「他这样的一个人,能囚禁祸世的师兄,并没有什么奇怪的。但要解开秘密,或许可以往去趟谜山秘境。」
长孙焘道:「本王与晏晏刚成亲那年,便在灵山遇过险,若是没有零在身边,一条命也都折了进去,而那害本王性命的东西,本王闻所未闻见所未见,你说灵山是秘境,本王相信。」
司马玄陌问道:「可需要立即着手查探?」
长孙焘道:「不必,此事只能你我知晓,旁人先别提起。他太能藏了,我们主动出击未必能打到他,得让他自己现身。如今还是先着手西戎的事要紧。
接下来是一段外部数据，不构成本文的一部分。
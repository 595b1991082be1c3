import { fileURLToPath } from "node:url";
import { drizzle } from "drizzle-orm/node-postgres";
import { migrate } from "drizzle-orm/node-postgres/migrator";
import pg from "pg";

const MIGRATIONS = fileURLToPath(new URL("../../drizzle", import.meta.url));
/** Any number that no other program would take for its own lock in this database. */
const LOCK = 7_305_416_211;

/** Runs `work` while no other process migrates or seeds the same database. */
export async function underLock<T>(url: string, work: (client: pg.Client) => Promise<T>): Promise<T> {
  const client = new pg.Client({ connectionString: url, connectionTimeoutMillis: 2_000, application_name: "holdfast-migrate" });
  await client.connect();
  try {
    await client.query("select pg_advisory_lock($1)", [LOCK]);
    return await work(client);
  } finally {
    // Ending the connection gives the lock back.
    await client.end();
  }
}

export function migrateDatabase(url: string): Promise<void> {
  return underLock(url, async (client) => {
    await client.query("set client_min_messages to warning");
    await migrate(drizzle(client), { migrationsFolder: MIGRATIONS });
  });
}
」
陆明邕道:「我也有个十分大胆的猜想,你说他有没有藏在西戎?」
长孙焘默了默,道:「这个很难说,毕竟西戎不成威胁,所以我们的注意力都没有放在上头,但西戎叛乱的时间点有些巧合,或许真在也说不准。」
司马玄陌道:「那就等阿六和薛巍把消息传回来,我们再商量下一步的行动。」
长孙焘颔首,道:「今日,多谢你。」
司马玄陌不以为意:「阿瑜是我妹妹,这些都是我该做的。」
长孙焘笑道:「你先下去歇着吧!好好养伤。」
司马玄陌行礼告退,准备回自己的院子休息,途中遇见风先生和小茜,他不想看到这小鲜花和老牛粪腻腻歪歪,索性折身去看望董实。
来到董实这里,伺候他的小厮守在门口,却见董妈妈和稻香就在外屋。
二人见来人是司马玄陌,刚想行礼,司马玄陌便道:「不必拘礼,本王进去看看阿实。」
稻香有心想要提醒小姐在里头,却被董妈妈拉住。
屋里,烛光如豆。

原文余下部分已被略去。